The difference is which base you're switching from and to. Suppose $\beta = \{v_1,\dots,v_n \}$ and $\gamma = \{w_1,\dots,w_n \}$. Then say $v_i = c_{1i}w_1+\cdots+c_{ni}w_n$. We have $[v_i]_\gamma = [c_{1i} \;\; c_{2i} \;\; \cdots \;\; c_{ni}]^T$ (the $\gamma$-coordinates of $v_i$. Then
$ P = [I]_\beta^\gamma = \begin{bmatrix} [v_1]_\gamma & [v_2]_\gamma & \cdots & [v_n]_\gamma \end{bmatrix} = \begin{bmatrix} c_{11} & c_{12} & \cdots & c_{1n} \\ c_{21} & c_{22} & \cdots & c_{2n} \\ \vdots & \vdots & & \vdots \\ c_{n1} & c_{n2} & \cdots & c_{nn} \end{bmatrix}$
Here $P$ changes from $\beta$ to $\gamma$ coordinates.
Changing from $\gamma$ to $\beta$ coordinates would yield $Q=[I]_\gamma^\beta = \begin{bmatrix} [w_1]_\beta & [w_2]_\beta & \cdots & [w_n]_\beta \end{bmatrix}$.

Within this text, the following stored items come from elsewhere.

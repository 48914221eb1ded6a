/** Evaluates a parsed filter into the set of document slots it selects. */
import { Bitset } from './bitset';
import { badRequest } from './errors';
import { parseNumber } from './facets';
import { filterAttributes, FilterSyntaxError, parseFilter, type FilterInput, type FilterNode } from './filter';
import type { FakeIndex } from './store';

/** Filter errors carry the route's code: `invalid_search_filter` for search, `invalid_document_filter` for documents. */
type FilterErrorCode = 'invalid_search_filter' | 'invalid_document_filter';

class FilterValueError extends Error {}

function numberOrFail(value: string, attribute: string): number {
  const n = parseNumber(value);
  if (n === null) {
    throw new FilterValueError(
      `The filter \`${attribute}\` compares with \`${value}\`, which is not a number; range operators compare numbers.`,
    );
  }
  return n;
}

function evaluateNode(index: FakeIndex, node: FilterNode, live: Bitset): Bitset {
  const size = index.capacity;
  switch (node.kind) {
    case 'and':
      return node.children.map((child) => evaluateNode(index, child, live)).reduce((acc, set) => acc.and(set));
    case 'or':
      return node.children.map((child) => evaluateNode(index, child, live)).reduce((acc, set) => acc.or(set));
    case 'not':
      return evaluateNode(index, node.child, live).not().and(live);
    default:
      break;
  }
  const facet = index.facet(node.attribute);
  if (!facet) return new Bitset(size);
  switch (node.kind) {
    case 'compare':
      return compare(node, facet, size, live);
    case 'range':
      return facet.range(
        numberOrFail(node.from, node.attribute),
        true,
        numberOrFail(node.to, node.attribute),
        true,
        size,
      );
    case 'in':
      return facet.equals(node.values, size);
    case 'exists':
      return facet.exists(size);
    case 'isNull':
      return facet.isNull(size);
    case 'isEmpty':
      return facet.isEmpty(size);
  }
}

function compare(
  node: Extract<FilterNode, { kind: 'compare' }>,
  facet: NonNullable<ReturnType<FakeIndex['facet']>>,
  size: number,
  live: Bitset,
): Bitset {
  const { op, value, attribute } = node;
  if (op === '=') return facet.equals([value], size);
  if (op === '!=') return facet.equals([value], size).not().and(live);
  const n = numberOrFail(value, attribute);
  if (op === '>') return facet.range(n, false, Infinity, true, size);
  if (op === '>=') return facet.range(n, true, Infinity, true, size);
  if (op === '<') return facet.range(-Infinity, true, n, false, size);
  return facet.range(-Infinity, true, n, true, size);
}

function checkFilterable(index: FakeIndex, node: FilterNode, code: FilterErrorCode): void {
  for (const attribute of filterAttributes(node)) {
    if (!index.isFilterable(attribute)) {
      const available = index.settings.filterableAttributes;
      throw badRequest(
        code,
        available.length === 0
          ? `Attribute \`${attribute}\` is not filterable. This index does not have configured filterable attributes.`
          : `Attribute \`${attribute}\` is not filterable. Available filterable attributes are: \`${[...available].sort().join(', ')}\`.`,
      );
    }
  }
}

function isFilterInput(input: unknown): input is FilterInput {
  if (typeof input === 'string') return true;
  return (
    Array.isArray(input) &&
    input.every(
      (item) => typeof item === 'string' || (Array.isArray(item) && item.every((inner) => typeof inner === 'string')),
    )
  );
}

/** Parses a filter without evaluating it; null when it is empty. */
export function parseFilterOrFail(input: unknown, code: FilterErrorCode = 'invalid_search_filter'): FilterNode | null {
  if (!isFilterInput(input)) {
    throw badRequest(
      code,
      'Invalid value type at `.filter`: expected a string or an array of strings and arrays of strings',
    );
  }
  try {
    return parseFilter(input);
  } catch (error) {
    if (error instanceof FilterSyntaxError) throw badRequest(code, error.message);
    throw error;
  }
}

/** Parses and evaluates a filter; null when there is none. Syntax and attribute errors carry `code`. */
export function evaluateFilter(
  index: FakeIndex,
  input: unknown,
  code: FilterErrorCode = 'invalid_search_filter',
): Bitset | null {
  if (input === undefined || input === null) return null;
  const node = parseFilterOrFail(input, code);
  if (node === null) return null;
  checkFilterable(index, node, code);
  const live = index.liveSlots();
  try {
    return evaluateNode(index, node, live).and(live);
  } catch (error) {
    if (error instanceof FilterValueError) throw badRequest(code, error.message);
    throw error;
  }
}
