/**
 * The task queue: every write is enqueued, answered with a summarized task, then
 * processed one at a time in order on a later turn of the event loop
 * (enqueued → processing → succeeded | failed).
 */
import { badRequest, FakeApiError, type ErrorBody } from './errors';

export type TaskStatus = 'enqueued' | 'processing' | 'succeeded' | 'failed';

export type TaskType =
  | 'indexCreation'
  | 'indexUpdate'
  | 'indexDeletion'
  | 'documentAdditionOrUpdate'
  | 'documentDeletion'
  | 'settingsUpdate';

export interface TaskView {
  uid: number;
  batchUid: number | null;
  indexUid: string | null;
  status: TaskStatus;
  type: TaskType;
  canceledBy: null;
  details: Record<string, unknown>;
  error: ErrorBody | null;
  duration: string | null;
  enqueuedAt: string;
  startedAt: string | null;
  finishedAt: string | null;
}

export interface EnqueuedTaskView {
  taskUid: number;
  indexUid: string | null;
  status: TaskStatus;
  type: TaskType;
  enqueuedAt: string;
}

/** The work a task does when processed; it returns details to merge into the task, or throws FakeApiError. */
export type TaskWork = () => Record<string, unknown>;

interface QueuedTask {
  view: TaskView;
  /** Dropped once processed, so finished tasks do not hold their documents. */
  work: TaskWork | null;
  startedMs: number;
}

function isoDuration(ms: number): string {
  return `PT${(ms / 1000).toFixed(3)}S`;
}

const TASK_STATUSES = new Set(['enqueued', 'processing', 'succeeded', 'failed', 'canceled']);

export class TaskQueue {
  private readonly tasks: QueuedTask[] = [];
  private nextToProcess = 0;
  private scheduled = false;
  private closed = false;

  enqueue(indexUid: string | null, type: TaskType, details: Record<string, unknown>, work: TaskWork): EnqueuedTaskView {
    const uid = this.tasks.length;
    const view: TaskView = {
      uid,
      batchUid: null,
      indexUid,
      status: 'enqueued',
      type,
      canceledBy: null,
      details,
      error: null,
      duration: null,
      enqueuedAt: new Date().toISOString(),
      startedAt: null,
      finishedAt: null,
    };
    this.tasks.push({ view, work, startedMs: 0 });
    this.schedule();
    return { taskUid: uid, indexUid, status: 'enqueued', type, enqueuedAt: view.enqueuedAt };
  }

  get(uid: number): TaskView | undefined {
    return this.tasks[uid]?.view;
  }

  /** Whether tasks for `indexUid` are still waiting or running. */
  isBusy(indexUid: string): boolean {
    return this.tasks.slice(this.nextToProcess).some((task) => task.view.indexUid === indexUid);
  }

  /** `GET /tasks`: newest first, with `limit`, `from` and comma-separated `uids`, `statuses`, `types`, `indexUids`. */
  list(params: URLSearchParams): Record<string, unknown> {
    const limit = Number(params.get('limit') ?? 20);
    const from = params.has('from') ? Number(params.get('from')) : null;
    if (!Number.isInteger(limit) || limit < 0)
      throw badRequest('invalid_task_limit', 'Invalid value in parameter `limit`: expected a positive integer.');
    const statuses = listParam(params, 'statuses');
    if (statuses?.some((status) => !TASK_STATUSES.has(status))) {
      throw badRequest('invalid_task_statuses', 'Invalid value in parameter `statuses`.');
    }
    const filters: Array<[string[] | null, (view: TaskView) => string]> = [
      [listParam(params, 'uids'), (view) => String(view.uid)],
      [statuses, (view) => view.status],
      [listParam(params, 'types'), (view) => view.type],
      [listParam(params, 'indexUids'), (view) => view.indexUid ?? ''],
    ];
    const matching = this.tasks
      .map((task) => task.view)
      .filter((view) => filters.every(([allowed, pick]) => !allowed || allowed.includes(pick(view))))
      .reverse();
    const startAt = from === null ? 0 : matching.findIndex((view) => view.uid <= from);
    const page = startAt < 0 ? [] : matching.slice(startAt, startAt + limit + 1);
    return {
      results: page.slice(0, limit),
      total: matching.length,
      limit,
      from: page[0]?.uid ?? null,
      next: page.length > limit ? page[limit].uid : null,
    };
  }

  close(): void {
    this.closed = true;
  }

  private schedule(): void {
    if (this.scheduled || this.closed) return;
    this.scheduled = true;
    setImmediate(() => this.startNext());
  }

  private startNext(): void {
    this.scheduled = false;
    const task = this.tasks[this.nextToProcess];
    if (!task || this.closed) return;
    task.view.status = 'processing';
    task.view.startedAt = new Date().toISOString();
    task.startedMs = performance.now();
    setImmediate(() => this.finish(task));
  }

  private finish(task: QueuedTask): void {
    try {
      Object.assign(task.view.details, task.work?.());
      task.view.status = 'succeeded';
    } catch (error) {
      task.view.status = 'failed';
      task.view.error = (
        error instanceof FakeApiError ? error : new FakeApiError(500, 'internal', String(error), 'internal')
      ).toBody();
    }
    task.work = null;
    task.view.finishedAt = new Date().toISOString();
    task.view.duration = isoDuration(performance.now() - task.startedMs);
    this.nextToProcess++;
    if (this.nextToProcess < this.tasks.length) this.schedule();
  }
}

function listParam(params: URLSearchParams, name: string): string[] | null {
  const raw = params.get(name);
  if (raw === null || raw === '*') return null;
  return raw.split(',').map((item) => item.trim());
}
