import { eq } from 'drizzle-orm';
import { describe, expect, it } from 'vitest';
import { db } from '@/db';
import { users } from '@/db/schema';
import { TestClient } from '../helpers/http';
import { signedInClient } from '../helpers/users';
import { textOf } from './helpers';
import type { FieldIssue } from '@/lib/errors';

const valid = {
  name: 'Settled Brewer',
  bio: 'Lagers and **patience**.',
  units: 'us',
  defaultBatchVolumeL: 23,
  defaultEfficiencyPct: 75,
  emailChoices: {
    fork: true,
    comment: true,
    reply: true,
    star: false,
    brewed: true,
    new_recipe: false,
    proposal: true,
    proposal_decision: true,
  },
};

describe('member settings', () => {
  it('saves profile, units, brewhouse defaults and e-mail choices together, shown on the member page', async () => {
    const { client, user } = await signedInClient();
    const res = await client.put<{ settings: typeof valid }>('/api/me/settings', valid);
    expect(res.status).toBe(200);
    expect(res.body.settings).toMatchObject(valid);
    const [row] = await db.select().from(users).where(eq(users.id, user.id));
    expect(row).toMatchObject({
      name: 'Settled Brewer',
      units: 'us',
      defaultBatchVolumeL: 23,
      defaultEfficiencyPct: 75,
    });
    expect((await client.me())?.handle).toBe(user.handle);
    const page = await (await new TestClient().fetch(`/members/${user.handle}`)).text();
    expect(textOf(page)).toContain('Settled Brewer');
    expect(page).toContain('<strong>patience</strong>');
    expect((await client.fetch('/settings')).status).toBe(200);
  });

  it('refuses bad input with a message per field and changes nothing', async () => {
    const { client, user } = await signedInClient();
    const res = await client.put<{ error: { fields: FieldIssue[] } }>('/api/me/settings', {
      ...valid,
      name: '',
      units: 'imperial',
      defaultBatchVolumeL: 0,
      defaultEfficiencyPct: 140,
    });
    expect(res.status).toBe(400);
    expect(res.body.error.fields.map((f) => f.path).sort()).toEqual([
      'defaultBatchVolumeL',
      'defaultEfficiencyPct',
      'name',
      'units',
    ]);
    const [row] = await db.select().from(users).where(eq(users.id, user.id));
    expect(row.name).toBe(user.name);
    expect((await new TestClient().put('/api/me/settings', valid)).status).toBe(401);
    expect((await new TestClient().fetch('/settings')).status).toBe(307);
  });
});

Of course, $P=Q^{-1}$ and $Q=P^{-1}$.
In the end both of the matrices your notes refer to are change of basis matrices. The first changes from the old to the new and the second changes from the new to the old. If I had to venture a guess, then reason for the discrepancy has to do with which way they write conjugations (i.e. $PAP^{-1}$ versus $P^{-1}AP$). In more detail, suppose $A$ is the coordinate matrix of some linear operator written in $\beta$ coordinates. Then $B=PAP^{-1}=Q^{-1}AQ$ is the coordinate matrix in $\gamma$ coordinates. If you want inverses to appear on the left, then you refer to a change of basis as going from new to old coordinates (i.e. $Q$). If you want the inverse to appear on the right, you go with the other.
So in the end, no contradiction just different conventions. I hope this helps!